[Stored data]
----------

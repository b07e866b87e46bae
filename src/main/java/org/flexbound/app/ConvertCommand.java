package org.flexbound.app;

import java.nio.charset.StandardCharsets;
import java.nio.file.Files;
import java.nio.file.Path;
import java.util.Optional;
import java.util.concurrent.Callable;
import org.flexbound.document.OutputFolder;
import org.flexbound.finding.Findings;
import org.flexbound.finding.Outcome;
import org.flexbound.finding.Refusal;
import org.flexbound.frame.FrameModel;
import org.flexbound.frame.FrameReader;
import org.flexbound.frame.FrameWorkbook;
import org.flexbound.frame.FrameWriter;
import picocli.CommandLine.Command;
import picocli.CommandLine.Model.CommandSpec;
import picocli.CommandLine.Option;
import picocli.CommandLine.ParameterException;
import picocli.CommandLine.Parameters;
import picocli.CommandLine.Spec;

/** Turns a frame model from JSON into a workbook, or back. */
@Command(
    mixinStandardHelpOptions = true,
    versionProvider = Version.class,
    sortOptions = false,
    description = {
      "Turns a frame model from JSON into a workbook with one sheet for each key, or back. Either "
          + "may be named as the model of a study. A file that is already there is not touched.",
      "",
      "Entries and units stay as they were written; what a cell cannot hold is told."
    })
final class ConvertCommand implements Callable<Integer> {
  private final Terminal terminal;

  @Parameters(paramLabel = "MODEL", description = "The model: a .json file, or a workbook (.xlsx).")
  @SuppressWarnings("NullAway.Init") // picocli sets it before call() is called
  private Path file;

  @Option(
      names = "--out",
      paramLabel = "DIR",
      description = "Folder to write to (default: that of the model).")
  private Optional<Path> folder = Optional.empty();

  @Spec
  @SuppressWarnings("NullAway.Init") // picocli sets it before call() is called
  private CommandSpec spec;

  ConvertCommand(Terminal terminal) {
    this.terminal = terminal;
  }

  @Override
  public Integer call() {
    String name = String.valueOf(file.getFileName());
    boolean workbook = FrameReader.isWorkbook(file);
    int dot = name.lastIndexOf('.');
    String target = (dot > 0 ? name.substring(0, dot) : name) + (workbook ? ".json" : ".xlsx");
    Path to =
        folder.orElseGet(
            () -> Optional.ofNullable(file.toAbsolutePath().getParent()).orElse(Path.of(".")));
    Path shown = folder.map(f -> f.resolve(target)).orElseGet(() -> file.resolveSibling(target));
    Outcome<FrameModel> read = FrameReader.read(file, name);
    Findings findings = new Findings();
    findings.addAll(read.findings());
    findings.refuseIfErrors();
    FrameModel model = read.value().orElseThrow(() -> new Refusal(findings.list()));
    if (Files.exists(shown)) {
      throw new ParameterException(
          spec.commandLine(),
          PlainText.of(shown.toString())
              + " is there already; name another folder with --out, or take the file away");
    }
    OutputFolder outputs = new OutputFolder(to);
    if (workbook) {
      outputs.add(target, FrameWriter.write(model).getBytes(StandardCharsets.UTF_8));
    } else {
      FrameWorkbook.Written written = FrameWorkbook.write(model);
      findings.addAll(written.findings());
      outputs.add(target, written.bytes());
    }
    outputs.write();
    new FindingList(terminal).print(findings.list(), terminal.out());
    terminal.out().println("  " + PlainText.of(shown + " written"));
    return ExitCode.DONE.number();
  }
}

----------

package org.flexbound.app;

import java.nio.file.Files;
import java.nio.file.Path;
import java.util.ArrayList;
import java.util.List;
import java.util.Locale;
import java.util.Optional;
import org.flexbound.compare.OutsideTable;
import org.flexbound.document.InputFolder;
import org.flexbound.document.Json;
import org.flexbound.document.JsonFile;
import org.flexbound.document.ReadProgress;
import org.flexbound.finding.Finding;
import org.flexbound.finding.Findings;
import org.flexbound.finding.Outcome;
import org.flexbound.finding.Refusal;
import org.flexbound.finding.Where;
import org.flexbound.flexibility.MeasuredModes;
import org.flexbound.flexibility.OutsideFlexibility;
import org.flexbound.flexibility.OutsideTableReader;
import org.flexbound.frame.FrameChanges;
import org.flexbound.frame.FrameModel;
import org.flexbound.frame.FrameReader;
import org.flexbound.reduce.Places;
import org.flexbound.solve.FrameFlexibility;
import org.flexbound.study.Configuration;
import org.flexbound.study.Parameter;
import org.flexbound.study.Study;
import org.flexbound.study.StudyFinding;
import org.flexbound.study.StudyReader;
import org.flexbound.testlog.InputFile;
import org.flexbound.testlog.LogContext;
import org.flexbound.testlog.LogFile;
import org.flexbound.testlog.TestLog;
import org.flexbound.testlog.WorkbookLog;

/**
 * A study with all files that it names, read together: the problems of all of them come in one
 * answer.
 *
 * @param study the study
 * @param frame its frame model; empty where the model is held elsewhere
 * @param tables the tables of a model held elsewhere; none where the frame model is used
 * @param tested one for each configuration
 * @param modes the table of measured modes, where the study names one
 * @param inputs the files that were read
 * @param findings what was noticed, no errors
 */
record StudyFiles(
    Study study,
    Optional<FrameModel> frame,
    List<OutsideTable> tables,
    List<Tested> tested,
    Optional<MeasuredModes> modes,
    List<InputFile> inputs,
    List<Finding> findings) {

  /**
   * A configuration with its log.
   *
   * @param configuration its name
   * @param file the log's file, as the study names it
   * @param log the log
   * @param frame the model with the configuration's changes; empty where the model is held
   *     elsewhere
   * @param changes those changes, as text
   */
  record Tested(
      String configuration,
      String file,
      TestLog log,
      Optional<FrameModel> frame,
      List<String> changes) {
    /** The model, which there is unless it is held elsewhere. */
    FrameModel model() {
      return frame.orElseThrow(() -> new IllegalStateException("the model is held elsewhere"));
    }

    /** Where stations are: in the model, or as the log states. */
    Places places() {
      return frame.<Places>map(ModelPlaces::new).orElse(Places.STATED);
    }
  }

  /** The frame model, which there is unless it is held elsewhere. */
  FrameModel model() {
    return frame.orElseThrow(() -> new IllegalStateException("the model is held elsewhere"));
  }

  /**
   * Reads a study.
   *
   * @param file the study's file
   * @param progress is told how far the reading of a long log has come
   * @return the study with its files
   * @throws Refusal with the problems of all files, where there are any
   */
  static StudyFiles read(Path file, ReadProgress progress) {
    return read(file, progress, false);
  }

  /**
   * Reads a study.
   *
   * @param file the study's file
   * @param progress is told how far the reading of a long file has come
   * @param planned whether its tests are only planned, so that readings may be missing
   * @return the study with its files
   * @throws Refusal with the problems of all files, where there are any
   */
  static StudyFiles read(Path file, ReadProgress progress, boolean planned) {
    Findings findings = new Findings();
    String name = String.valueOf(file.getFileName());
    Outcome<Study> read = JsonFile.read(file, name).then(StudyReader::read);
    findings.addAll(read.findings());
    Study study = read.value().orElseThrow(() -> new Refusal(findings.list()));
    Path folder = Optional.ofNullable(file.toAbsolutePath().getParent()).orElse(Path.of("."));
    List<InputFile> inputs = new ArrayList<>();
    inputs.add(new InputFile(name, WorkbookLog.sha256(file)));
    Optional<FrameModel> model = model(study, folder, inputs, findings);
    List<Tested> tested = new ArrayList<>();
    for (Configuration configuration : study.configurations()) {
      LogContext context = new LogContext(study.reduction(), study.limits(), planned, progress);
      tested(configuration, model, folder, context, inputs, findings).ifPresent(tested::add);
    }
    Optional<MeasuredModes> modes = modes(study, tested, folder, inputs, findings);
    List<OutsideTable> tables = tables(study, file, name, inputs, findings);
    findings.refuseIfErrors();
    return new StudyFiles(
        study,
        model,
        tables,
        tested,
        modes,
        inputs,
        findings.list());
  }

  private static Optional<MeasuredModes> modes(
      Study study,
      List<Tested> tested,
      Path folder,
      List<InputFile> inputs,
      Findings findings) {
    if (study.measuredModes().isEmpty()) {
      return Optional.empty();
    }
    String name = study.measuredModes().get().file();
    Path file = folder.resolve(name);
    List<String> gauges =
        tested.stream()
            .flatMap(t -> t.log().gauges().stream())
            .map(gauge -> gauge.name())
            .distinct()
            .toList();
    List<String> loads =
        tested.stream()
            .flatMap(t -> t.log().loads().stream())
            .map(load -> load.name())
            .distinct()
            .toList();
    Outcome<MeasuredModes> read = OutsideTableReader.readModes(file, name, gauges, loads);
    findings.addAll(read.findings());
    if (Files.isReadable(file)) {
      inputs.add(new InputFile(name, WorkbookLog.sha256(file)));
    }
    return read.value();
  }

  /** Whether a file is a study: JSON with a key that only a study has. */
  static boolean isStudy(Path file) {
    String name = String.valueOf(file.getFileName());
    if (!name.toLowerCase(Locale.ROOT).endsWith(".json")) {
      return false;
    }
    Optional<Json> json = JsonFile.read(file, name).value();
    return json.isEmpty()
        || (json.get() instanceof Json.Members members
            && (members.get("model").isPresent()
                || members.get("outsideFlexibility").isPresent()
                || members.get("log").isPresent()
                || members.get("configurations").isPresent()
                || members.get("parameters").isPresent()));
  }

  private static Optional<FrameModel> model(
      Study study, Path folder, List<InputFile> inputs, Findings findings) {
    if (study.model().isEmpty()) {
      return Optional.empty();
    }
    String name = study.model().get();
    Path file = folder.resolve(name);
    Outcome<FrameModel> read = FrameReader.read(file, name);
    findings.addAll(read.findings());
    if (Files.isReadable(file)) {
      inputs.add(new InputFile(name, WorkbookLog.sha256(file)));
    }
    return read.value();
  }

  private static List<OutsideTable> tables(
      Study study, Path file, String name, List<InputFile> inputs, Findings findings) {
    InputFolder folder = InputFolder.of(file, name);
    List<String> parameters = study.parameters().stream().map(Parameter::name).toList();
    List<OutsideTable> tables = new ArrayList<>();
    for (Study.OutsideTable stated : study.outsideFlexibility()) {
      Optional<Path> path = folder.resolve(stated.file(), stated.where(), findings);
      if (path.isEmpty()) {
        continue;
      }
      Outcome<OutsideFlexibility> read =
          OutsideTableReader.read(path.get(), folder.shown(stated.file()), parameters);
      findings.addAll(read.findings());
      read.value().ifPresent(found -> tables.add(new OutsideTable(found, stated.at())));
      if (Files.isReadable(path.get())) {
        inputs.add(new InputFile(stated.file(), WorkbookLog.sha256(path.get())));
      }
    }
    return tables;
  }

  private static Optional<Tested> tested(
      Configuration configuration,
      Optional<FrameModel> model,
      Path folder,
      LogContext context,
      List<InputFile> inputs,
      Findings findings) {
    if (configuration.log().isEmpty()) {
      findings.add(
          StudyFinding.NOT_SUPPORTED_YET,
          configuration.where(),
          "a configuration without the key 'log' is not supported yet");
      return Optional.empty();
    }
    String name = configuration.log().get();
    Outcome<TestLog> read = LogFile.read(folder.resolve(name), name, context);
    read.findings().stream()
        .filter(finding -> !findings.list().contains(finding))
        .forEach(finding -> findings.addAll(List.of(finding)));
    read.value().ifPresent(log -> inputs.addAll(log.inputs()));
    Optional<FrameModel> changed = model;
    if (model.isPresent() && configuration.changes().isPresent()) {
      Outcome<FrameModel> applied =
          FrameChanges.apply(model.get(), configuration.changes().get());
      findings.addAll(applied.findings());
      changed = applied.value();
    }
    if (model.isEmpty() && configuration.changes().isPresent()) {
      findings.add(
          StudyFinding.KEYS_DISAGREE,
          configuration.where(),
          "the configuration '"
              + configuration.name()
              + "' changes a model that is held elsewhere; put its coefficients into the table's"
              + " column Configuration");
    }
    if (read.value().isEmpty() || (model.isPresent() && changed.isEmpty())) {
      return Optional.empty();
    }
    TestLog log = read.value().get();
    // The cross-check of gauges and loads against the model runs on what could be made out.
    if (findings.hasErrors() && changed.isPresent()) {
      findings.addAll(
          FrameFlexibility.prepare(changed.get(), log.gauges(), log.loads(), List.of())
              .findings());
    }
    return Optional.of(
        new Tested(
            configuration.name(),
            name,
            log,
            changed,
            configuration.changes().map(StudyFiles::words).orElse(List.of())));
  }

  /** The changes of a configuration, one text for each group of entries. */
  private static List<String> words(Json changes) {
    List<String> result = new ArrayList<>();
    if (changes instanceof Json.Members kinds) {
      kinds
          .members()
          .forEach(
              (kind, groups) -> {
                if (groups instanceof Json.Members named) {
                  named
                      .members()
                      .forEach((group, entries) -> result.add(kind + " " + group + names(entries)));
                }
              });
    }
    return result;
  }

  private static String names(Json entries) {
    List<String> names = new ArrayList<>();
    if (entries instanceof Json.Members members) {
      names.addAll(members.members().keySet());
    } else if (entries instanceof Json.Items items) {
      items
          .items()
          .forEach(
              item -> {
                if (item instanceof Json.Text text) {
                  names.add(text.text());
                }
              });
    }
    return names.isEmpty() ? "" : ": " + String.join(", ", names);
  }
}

----------

» **THE PROBLEM**
Among the lines in the data above, find those containing "false" and give only how many there are.

» **OUTPUT FOR THIS EXERCISE**
3